• [EXERCISE]: Locate each line of the material that contains "AllergenChips", then return it.

• [DATA SUPPLIED]:

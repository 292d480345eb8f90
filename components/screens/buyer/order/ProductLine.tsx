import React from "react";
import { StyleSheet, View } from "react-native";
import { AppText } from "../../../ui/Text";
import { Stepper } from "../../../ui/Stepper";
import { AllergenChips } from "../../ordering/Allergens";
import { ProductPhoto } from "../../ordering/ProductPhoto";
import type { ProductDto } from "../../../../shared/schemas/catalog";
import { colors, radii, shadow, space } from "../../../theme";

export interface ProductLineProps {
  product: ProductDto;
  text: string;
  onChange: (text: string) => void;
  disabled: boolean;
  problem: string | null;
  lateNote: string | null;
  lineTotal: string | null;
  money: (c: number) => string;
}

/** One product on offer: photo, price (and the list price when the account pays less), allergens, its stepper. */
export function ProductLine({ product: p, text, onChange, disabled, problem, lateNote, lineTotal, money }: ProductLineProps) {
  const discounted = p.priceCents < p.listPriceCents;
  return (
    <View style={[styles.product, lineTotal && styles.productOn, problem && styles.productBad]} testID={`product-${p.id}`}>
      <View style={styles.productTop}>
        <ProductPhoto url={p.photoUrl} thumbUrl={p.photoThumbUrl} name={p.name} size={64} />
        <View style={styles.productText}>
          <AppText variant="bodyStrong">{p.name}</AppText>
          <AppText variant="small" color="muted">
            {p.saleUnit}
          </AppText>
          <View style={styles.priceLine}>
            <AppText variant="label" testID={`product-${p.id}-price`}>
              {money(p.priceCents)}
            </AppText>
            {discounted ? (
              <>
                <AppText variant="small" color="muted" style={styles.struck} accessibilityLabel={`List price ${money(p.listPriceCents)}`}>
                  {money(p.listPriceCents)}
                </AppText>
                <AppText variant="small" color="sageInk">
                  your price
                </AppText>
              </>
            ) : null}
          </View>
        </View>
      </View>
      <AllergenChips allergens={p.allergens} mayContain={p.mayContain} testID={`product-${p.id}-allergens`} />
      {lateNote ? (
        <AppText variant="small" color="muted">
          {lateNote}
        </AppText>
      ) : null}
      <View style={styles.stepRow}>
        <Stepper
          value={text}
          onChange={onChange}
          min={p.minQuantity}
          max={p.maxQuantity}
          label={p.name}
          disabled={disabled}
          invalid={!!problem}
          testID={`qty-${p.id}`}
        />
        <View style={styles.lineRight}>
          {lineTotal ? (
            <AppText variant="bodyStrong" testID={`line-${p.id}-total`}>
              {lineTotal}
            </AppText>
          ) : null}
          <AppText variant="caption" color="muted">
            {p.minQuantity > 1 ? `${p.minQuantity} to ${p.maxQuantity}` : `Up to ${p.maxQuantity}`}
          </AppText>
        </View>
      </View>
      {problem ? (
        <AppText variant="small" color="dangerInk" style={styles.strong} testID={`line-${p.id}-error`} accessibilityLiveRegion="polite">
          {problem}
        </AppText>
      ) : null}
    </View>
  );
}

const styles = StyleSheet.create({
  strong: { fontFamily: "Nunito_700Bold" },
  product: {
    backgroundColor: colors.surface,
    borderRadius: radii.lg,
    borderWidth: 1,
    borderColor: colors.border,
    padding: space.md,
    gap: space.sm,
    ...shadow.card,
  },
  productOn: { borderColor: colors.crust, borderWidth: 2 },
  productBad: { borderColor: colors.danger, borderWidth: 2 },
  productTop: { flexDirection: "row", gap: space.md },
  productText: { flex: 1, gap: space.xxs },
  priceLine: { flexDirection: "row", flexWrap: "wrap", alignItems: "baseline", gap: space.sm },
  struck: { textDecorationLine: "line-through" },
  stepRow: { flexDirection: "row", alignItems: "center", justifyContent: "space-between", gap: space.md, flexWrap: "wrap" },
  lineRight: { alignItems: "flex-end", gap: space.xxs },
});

• [REPLY TO THE TASK]:
import { AllergenChips } from "../../ordering/Allergens";
      <AllergenChips allergens={p.allergens} mayContain={p.mayContain} testID={`product-${p.id}-allergens`} />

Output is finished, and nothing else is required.